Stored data
+ + +

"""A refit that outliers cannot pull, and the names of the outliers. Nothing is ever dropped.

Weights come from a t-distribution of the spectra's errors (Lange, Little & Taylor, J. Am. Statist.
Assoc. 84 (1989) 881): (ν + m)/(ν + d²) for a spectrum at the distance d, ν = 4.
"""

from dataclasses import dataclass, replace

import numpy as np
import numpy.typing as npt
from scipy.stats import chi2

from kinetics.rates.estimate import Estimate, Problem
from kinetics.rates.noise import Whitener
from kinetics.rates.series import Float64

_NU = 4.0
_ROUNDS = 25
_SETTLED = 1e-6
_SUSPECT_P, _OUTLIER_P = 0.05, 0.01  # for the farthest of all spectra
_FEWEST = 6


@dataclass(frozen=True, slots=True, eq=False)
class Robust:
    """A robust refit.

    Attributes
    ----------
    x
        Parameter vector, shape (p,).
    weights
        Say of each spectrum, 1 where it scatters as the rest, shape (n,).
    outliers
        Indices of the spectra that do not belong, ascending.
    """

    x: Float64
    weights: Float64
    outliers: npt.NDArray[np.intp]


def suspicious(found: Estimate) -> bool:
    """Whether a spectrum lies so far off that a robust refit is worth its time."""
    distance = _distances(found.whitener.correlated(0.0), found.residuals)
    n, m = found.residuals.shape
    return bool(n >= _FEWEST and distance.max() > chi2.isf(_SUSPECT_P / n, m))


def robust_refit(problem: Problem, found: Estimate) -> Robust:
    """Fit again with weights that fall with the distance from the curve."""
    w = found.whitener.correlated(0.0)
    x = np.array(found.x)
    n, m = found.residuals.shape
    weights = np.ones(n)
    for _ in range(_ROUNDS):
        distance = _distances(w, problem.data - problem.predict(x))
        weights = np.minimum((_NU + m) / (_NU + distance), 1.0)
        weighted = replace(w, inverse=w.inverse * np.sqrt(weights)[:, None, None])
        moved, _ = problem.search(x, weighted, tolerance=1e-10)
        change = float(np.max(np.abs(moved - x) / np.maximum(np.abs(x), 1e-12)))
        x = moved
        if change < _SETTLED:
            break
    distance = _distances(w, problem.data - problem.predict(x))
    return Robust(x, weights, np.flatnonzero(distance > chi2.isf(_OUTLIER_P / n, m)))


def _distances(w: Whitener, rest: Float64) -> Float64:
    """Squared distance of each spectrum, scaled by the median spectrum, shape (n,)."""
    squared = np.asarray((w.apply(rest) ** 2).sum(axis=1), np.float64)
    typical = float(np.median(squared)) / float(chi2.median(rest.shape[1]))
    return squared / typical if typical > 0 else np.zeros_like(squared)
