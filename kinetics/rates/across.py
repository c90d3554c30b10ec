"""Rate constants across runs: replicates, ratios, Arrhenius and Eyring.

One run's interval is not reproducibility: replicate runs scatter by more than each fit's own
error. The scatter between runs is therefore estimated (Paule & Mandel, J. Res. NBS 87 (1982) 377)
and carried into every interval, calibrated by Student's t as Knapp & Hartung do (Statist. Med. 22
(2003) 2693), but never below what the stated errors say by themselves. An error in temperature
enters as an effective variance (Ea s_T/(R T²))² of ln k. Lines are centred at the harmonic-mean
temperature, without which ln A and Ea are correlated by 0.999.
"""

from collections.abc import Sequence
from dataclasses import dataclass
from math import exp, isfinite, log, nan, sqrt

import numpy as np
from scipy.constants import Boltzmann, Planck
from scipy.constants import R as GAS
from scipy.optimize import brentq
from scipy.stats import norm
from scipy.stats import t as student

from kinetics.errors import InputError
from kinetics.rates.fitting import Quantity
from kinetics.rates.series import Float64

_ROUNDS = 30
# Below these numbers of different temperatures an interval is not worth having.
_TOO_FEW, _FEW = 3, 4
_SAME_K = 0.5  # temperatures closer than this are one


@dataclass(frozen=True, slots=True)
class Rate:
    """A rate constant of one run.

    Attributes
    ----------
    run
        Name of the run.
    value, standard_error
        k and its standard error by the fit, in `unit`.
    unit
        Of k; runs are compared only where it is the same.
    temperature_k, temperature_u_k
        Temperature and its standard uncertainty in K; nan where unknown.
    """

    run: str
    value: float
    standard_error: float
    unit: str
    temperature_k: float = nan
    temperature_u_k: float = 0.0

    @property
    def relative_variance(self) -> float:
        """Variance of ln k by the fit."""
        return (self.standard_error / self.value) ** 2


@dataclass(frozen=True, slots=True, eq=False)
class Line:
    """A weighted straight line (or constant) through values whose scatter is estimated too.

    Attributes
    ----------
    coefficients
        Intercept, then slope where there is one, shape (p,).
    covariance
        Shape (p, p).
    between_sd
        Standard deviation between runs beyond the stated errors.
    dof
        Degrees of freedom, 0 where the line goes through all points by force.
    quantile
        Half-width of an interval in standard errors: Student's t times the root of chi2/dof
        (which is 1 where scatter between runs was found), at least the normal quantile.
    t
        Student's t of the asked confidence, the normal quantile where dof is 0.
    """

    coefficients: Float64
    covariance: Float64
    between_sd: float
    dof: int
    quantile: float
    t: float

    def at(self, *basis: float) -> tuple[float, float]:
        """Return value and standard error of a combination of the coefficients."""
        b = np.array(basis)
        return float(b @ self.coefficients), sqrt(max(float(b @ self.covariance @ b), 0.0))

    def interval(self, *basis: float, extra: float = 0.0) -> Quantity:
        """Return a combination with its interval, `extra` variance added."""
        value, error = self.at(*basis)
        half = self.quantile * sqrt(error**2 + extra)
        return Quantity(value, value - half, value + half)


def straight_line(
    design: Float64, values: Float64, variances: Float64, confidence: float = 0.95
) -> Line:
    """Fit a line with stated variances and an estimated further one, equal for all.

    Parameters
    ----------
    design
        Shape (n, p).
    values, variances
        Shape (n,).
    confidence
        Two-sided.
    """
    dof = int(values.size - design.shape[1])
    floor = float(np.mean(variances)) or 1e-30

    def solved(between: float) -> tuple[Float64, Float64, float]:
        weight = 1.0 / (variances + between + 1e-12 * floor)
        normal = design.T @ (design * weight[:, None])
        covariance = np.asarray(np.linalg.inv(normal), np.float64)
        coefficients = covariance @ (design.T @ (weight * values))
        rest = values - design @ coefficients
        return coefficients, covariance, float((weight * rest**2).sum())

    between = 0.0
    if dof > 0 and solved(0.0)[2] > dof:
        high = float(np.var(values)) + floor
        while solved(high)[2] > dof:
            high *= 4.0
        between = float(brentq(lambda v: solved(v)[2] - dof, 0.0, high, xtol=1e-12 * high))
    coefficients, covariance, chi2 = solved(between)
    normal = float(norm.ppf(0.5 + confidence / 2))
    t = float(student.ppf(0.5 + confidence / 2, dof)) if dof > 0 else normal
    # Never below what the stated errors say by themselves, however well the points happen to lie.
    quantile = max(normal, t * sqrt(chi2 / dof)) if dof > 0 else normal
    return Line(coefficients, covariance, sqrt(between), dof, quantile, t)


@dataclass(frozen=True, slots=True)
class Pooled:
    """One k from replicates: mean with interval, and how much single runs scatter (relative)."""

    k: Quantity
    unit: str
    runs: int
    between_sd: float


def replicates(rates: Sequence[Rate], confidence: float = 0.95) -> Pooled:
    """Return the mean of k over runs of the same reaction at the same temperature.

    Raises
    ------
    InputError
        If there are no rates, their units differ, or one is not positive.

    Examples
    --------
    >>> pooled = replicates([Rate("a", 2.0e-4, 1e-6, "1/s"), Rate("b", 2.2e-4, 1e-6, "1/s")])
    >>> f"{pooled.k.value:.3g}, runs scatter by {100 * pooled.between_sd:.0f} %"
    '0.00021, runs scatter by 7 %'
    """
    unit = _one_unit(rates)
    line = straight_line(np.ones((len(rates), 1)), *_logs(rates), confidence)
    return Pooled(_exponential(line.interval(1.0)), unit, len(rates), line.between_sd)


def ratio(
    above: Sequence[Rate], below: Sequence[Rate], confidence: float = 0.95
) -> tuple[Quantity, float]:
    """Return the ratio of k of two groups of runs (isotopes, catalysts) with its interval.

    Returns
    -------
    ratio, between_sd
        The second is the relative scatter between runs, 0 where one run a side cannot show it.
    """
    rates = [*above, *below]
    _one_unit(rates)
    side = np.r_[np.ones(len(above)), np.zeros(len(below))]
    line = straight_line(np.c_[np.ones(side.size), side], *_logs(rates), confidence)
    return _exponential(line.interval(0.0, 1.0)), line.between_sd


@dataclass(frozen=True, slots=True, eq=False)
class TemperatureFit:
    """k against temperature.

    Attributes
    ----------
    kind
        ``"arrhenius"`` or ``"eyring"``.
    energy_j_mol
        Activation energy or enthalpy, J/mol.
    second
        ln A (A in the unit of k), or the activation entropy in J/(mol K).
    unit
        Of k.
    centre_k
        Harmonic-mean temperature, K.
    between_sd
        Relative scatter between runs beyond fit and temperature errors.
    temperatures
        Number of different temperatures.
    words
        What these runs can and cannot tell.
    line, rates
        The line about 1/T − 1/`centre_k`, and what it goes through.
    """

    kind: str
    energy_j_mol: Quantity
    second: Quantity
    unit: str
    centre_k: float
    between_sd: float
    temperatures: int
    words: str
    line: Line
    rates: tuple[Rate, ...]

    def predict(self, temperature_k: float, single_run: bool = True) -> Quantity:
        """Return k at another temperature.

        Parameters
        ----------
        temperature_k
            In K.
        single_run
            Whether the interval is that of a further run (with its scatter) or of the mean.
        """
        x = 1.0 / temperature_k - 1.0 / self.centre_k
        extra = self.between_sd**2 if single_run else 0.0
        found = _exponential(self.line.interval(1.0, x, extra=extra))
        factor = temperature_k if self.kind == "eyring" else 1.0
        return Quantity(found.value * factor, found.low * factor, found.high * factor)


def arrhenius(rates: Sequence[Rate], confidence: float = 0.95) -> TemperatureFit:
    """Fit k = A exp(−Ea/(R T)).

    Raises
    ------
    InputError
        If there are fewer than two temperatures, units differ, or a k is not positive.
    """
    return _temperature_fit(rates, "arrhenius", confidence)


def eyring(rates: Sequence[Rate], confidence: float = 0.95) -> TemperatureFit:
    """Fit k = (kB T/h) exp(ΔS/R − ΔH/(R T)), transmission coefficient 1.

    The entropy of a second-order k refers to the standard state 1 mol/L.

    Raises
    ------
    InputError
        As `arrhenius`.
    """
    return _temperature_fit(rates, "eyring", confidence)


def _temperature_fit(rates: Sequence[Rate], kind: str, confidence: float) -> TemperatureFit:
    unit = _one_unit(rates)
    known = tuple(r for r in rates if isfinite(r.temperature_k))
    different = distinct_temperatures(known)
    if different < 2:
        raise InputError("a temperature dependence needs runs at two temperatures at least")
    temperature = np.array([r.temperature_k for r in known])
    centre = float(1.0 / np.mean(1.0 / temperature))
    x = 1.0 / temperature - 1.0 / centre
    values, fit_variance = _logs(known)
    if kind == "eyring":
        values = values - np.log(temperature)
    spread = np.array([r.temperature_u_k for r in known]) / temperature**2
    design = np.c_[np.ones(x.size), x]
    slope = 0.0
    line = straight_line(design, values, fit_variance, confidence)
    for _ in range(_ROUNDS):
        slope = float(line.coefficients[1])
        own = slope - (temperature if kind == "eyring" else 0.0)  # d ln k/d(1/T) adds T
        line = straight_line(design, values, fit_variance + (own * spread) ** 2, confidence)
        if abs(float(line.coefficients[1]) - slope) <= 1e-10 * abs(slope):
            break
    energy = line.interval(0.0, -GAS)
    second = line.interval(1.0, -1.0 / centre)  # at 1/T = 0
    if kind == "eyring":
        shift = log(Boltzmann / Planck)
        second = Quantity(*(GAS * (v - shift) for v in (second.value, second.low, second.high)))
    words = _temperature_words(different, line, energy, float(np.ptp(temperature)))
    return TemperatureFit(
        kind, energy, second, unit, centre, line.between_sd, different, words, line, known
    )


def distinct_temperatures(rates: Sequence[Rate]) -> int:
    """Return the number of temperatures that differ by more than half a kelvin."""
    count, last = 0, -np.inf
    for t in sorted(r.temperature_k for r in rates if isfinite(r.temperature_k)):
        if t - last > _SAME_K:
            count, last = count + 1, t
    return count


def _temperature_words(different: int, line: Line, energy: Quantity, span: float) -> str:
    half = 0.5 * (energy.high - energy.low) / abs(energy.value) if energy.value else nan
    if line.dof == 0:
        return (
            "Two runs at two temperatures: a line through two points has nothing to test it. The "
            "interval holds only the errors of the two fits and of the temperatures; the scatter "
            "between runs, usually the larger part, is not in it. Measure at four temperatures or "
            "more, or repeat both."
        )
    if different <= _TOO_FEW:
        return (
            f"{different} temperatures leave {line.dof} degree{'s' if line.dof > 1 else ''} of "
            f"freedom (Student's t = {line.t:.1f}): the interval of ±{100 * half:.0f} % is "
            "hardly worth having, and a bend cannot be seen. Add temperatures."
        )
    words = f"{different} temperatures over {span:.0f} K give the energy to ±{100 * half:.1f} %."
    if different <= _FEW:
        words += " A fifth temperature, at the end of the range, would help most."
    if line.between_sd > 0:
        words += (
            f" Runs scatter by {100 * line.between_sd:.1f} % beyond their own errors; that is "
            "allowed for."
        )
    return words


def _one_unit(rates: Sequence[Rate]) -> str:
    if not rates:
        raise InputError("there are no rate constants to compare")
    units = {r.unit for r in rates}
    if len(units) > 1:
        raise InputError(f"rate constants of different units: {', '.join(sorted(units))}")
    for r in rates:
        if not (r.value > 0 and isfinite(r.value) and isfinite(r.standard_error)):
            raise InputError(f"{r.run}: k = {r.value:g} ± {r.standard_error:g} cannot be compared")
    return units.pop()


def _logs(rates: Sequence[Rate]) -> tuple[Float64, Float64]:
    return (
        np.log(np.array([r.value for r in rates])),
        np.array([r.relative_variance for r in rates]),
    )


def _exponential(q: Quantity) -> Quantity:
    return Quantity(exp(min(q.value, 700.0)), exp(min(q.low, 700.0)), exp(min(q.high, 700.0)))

+ + +

WHAT NEEDS TO BE DONE:
From the entries above, return exactly the line containing "distance of each", the line containing "return squared /", and all lines between, and nothing else.

SOLUTION TO THIS TASK:
    """Squared distance of each spectrum, scaled by the median spectrum, shape (n,)."""
    squared = np.asarray((w.apply(rest) ** 2).sum(axis=1), np.float64)
    typical = float(np.median(squared)) / float(chi2.median(rest.shape[1]))
    return squared / typical if typical > 0 else np.zeros_like(squared)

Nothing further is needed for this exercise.